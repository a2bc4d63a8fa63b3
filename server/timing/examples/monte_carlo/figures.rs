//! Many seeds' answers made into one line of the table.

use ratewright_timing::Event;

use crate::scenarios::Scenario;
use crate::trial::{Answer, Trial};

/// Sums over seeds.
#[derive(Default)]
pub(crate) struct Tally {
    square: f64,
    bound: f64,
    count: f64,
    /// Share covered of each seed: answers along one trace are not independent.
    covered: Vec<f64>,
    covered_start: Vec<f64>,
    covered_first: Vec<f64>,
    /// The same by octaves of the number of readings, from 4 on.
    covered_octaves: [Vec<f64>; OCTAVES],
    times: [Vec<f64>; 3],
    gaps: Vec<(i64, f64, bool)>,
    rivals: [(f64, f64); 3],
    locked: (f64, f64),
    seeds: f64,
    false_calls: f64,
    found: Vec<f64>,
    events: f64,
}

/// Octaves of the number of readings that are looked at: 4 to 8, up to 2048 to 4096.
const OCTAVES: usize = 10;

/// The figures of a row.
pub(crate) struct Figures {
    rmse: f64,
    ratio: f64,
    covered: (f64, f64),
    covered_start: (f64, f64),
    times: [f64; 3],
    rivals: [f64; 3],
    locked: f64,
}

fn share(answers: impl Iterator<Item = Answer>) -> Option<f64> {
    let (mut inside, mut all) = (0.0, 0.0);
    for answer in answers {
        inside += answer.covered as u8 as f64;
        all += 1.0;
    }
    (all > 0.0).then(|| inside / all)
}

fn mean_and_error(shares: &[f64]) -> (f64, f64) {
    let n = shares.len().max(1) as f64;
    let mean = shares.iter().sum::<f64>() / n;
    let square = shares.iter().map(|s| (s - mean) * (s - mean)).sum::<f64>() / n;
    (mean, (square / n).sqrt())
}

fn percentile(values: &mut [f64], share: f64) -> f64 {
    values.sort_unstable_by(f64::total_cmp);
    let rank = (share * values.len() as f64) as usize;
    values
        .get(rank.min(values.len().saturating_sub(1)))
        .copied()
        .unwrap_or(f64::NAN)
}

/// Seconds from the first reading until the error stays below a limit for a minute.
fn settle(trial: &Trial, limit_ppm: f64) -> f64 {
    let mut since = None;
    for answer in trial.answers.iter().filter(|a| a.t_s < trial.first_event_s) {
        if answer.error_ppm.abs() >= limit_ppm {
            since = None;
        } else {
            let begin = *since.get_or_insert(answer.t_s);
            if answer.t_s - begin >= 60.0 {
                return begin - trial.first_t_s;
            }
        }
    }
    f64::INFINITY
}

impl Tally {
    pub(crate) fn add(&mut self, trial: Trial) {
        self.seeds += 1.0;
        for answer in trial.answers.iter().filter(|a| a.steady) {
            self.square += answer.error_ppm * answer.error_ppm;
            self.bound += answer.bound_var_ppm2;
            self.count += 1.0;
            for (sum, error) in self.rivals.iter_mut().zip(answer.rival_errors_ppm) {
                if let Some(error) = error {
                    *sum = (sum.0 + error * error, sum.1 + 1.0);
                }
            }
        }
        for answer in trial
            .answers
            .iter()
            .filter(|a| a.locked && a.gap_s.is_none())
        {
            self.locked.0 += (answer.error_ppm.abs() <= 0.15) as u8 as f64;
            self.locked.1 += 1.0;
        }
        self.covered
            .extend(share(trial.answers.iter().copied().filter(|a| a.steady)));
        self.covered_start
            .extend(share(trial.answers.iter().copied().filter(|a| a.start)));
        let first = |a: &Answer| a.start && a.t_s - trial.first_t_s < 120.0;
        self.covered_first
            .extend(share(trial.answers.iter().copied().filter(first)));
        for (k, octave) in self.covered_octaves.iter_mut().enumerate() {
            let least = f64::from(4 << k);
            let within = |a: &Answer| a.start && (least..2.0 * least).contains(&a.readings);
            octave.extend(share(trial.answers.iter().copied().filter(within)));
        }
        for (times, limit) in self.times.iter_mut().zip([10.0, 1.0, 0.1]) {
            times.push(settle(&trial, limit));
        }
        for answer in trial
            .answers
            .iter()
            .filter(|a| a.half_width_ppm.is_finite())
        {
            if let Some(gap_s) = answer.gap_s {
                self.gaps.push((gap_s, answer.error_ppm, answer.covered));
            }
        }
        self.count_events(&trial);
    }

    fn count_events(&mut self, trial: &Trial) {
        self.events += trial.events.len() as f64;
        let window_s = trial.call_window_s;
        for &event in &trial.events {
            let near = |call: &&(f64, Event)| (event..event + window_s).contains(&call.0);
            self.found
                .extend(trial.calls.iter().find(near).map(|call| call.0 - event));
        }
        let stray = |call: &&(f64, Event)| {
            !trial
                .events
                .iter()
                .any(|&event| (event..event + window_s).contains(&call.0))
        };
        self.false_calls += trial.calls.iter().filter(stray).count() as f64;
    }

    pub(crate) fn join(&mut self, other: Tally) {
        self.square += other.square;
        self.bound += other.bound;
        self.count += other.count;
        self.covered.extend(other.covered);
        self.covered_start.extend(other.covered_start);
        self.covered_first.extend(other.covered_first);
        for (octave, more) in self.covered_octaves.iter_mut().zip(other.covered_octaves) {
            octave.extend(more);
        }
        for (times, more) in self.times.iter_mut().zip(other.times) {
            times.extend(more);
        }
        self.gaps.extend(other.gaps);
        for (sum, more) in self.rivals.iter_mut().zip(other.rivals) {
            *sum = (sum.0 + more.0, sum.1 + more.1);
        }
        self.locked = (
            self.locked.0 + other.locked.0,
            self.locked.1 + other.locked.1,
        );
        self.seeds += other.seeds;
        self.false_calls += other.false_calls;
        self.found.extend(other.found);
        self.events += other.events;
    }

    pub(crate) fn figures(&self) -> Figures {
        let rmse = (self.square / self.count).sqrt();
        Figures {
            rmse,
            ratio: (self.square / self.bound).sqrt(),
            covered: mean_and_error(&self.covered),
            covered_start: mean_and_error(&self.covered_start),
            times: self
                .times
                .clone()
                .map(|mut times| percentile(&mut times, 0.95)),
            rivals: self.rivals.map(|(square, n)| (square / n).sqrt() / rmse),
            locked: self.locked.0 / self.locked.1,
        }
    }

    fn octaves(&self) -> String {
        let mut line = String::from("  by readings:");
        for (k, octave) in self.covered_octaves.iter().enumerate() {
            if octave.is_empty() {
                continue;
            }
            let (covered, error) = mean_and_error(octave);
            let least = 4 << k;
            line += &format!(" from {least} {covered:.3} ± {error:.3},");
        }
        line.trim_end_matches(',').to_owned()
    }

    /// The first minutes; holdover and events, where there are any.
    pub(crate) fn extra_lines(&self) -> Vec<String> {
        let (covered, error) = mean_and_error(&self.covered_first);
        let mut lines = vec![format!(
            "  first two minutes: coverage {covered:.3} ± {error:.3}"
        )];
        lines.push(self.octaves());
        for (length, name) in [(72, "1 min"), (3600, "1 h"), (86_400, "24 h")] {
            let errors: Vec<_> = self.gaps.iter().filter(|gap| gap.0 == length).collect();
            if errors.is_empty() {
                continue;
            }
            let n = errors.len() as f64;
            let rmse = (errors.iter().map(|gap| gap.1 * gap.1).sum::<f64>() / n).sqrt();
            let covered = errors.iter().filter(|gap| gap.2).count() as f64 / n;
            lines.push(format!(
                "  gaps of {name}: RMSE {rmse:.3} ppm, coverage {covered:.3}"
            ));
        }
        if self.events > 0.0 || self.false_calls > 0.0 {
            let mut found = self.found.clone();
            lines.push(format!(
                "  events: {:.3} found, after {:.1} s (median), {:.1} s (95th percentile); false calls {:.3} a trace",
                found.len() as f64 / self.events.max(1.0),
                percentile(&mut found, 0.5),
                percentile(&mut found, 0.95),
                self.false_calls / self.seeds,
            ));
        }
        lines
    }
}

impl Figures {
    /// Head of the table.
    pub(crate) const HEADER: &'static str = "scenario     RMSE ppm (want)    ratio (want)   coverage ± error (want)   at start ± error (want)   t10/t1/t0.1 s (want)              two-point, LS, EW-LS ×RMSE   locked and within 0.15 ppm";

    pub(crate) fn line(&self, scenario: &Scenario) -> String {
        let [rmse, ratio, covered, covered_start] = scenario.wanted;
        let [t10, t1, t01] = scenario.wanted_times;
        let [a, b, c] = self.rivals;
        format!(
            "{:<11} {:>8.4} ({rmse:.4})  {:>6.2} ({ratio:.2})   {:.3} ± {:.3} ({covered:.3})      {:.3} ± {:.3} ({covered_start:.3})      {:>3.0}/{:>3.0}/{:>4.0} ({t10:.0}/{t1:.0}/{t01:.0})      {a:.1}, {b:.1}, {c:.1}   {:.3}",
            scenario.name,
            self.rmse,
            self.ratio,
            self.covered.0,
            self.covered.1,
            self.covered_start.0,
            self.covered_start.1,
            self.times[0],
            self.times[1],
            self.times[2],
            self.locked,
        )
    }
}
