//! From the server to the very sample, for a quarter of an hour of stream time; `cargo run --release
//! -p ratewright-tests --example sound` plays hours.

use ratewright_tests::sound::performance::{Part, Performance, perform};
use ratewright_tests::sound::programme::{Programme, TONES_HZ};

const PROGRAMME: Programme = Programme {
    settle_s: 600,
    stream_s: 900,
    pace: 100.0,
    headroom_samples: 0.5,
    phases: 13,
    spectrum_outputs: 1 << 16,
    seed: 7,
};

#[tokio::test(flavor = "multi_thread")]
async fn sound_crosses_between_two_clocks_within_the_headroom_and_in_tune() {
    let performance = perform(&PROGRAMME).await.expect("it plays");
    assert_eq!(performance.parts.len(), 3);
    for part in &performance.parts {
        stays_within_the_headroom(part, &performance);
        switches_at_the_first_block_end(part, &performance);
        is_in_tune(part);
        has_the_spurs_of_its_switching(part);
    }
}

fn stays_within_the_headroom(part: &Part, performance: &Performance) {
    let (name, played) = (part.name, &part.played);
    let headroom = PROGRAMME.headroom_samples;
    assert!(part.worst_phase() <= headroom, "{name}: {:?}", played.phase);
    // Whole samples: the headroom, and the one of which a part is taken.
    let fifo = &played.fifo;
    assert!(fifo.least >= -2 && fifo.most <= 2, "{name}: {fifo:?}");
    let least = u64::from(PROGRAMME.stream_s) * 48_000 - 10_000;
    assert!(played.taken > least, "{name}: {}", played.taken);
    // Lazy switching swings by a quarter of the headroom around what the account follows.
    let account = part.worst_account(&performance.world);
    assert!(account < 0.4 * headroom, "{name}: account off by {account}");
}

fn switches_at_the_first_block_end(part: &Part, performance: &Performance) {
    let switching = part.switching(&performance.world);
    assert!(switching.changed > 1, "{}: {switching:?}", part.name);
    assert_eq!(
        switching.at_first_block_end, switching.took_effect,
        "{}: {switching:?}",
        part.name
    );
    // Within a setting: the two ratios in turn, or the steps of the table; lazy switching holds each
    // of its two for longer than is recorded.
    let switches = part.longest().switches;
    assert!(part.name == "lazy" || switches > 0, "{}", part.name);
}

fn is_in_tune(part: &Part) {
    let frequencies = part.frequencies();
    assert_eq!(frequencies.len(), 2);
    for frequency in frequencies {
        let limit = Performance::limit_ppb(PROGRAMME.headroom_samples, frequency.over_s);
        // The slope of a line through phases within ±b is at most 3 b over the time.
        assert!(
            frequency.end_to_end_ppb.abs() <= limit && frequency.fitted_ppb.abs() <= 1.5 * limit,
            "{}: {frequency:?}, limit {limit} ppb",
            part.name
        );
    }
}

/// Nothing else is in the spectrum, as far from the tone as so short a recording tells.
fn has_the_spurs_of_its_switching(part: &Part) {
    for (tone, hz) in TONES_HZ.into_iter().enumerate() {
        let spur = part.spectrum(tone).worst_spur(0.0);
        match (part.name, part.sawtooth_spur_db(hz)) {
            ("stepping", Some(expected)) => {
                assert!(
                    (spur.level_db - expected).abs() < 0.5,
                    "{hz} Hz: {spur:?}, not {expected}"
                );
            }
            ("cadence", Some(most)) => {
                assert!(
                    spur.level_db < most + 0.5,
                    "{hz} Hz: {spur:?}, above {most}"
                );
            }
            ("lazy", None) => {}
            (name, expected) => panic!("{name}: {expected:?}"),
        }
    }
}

==

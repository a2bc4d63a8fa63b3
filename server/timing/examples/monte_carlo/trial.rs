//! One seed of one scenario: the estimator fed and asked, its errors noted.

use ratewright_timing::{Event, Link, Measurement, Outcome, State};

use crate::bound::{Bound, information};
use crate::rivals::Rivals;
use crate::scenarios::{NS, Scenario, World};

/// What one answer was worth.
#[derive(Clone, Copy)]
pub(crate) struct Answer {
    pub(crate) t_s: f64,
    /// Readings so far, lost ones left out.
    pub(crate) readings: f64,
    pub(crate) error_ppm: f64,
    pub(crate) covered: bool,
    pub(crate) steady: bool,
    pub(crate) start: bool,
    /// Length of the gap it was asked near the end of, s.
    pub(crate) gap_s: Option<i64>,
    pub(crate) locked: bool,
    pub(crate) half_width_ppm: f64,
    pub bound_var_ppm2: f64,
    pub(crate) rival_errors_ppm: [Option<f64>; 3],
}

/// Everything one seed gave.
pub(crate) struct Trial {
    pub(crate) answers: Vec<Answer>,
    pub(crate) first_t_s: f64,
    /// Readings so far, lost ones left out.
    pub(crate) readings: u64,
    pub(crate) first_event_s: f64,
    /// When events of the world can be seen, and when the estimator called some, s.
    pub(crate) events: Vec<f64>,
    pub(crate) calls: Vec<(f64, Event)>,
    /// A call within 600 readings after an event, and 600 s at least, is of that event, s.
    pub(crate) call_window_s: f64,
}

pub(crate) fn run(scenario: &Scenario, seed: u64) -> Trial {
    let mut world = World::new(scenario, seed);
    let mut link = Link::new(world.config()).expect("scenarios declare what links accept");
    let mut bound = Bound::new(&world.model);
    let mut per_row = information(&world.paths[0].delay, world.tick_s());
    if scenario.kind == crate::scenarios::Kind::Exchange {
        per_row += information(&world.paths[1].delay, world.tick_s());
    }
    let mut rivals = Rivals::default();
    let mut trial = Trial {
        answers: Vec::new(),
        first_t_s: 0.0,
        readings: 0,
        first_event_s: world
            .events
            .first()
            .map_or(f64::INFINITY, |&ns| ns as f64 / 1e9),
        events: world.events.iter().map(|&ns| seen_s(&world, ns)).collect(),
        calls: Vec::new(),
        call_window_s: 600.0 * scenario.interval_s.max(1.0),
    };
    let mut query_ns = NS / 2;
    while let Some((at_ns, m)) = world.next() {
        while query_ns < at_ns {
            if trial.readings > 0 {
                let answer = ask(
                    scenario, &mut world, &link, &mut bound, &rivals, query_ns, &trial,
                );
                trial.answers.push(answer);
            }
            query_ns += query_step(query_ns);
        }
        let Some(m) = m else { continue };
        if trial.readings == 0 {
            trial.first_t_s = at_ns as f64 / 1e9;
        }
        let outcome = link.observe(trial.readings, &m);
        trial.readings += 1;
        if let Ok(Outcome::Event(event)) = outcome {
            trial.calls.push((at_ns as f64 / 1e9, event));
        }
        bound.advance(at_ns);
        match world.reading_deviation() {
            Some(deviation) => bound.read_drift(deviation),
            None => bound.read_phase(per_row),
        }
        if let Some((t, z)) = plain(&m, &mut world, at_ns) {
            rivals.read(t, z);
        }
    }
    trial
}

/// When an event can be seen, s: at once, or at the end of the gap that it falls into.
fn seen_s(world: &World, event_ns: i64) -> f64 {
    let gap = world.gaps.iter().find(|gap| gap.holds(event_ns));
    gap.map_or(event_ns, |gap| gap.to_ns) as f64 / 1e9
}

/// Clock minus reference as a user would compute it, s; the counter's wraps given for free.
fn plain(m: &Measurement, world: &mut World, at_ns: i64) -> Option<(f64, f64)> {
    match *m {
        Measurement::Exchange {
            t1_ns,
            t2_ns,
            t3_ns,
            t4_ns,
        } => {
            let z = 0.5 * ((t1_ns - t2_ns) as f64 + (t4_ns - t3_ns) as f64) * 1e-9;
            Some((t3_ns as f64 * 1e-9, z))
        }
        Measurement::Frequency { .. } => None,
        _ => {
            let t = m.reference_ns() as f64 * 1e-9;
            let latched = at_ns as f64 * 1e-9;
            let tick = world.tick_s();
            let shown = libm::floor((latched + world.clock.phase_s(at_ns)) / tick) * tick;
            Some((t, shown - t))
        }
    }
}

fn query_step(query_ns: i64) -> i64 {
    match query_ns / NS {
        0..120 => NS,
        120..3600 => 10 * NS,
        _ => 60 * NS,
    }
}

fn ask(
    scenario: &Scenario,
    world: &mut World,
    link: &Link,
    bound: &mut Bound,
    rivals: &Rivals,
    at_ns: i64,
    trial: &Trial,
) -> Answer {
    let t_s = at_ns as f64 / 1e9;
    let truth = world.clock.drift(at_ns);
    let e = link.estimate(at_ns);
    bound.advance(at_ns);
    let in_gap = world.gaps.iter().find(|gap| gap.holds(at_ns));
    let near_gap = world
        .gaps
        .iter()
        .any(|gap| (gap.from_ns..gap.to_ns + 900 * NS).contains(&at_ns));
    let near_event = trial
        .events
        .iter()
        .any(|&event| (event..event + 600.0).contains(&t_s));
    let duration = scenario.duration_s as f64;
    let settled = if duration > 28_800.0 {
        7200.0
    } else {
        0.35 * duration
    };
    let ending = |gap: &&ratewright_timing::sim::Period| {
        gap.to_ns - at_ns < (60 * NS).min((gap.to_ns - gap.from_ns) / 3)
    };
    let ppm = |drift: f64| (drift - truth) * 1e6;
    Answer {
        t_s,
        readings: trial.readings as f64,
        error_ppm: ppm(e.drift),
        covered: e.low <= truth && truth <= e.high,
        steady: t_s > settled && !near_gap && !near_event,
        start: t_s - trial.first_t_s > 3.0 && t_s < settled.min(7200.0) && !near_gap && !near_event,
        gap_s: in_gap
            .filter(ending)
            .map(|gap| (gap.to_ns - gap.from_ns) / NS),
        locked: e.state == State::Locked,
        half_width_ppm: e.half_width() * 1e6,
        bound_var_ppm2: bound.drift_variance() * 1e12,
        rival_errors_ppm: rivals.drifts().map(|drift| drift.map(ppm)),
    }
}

Exercise -
Scan the records for the word "enumerate". Copy each line where it turns up.

Reply -
        for (k, octave) in self.covered_octaves.iter_mut().enumerate() {
        for (k, octave) in self.covered_octaves.iter().enumerate() {
    for (tone, hz) in TONES_HZ.into_iter().enumerate() {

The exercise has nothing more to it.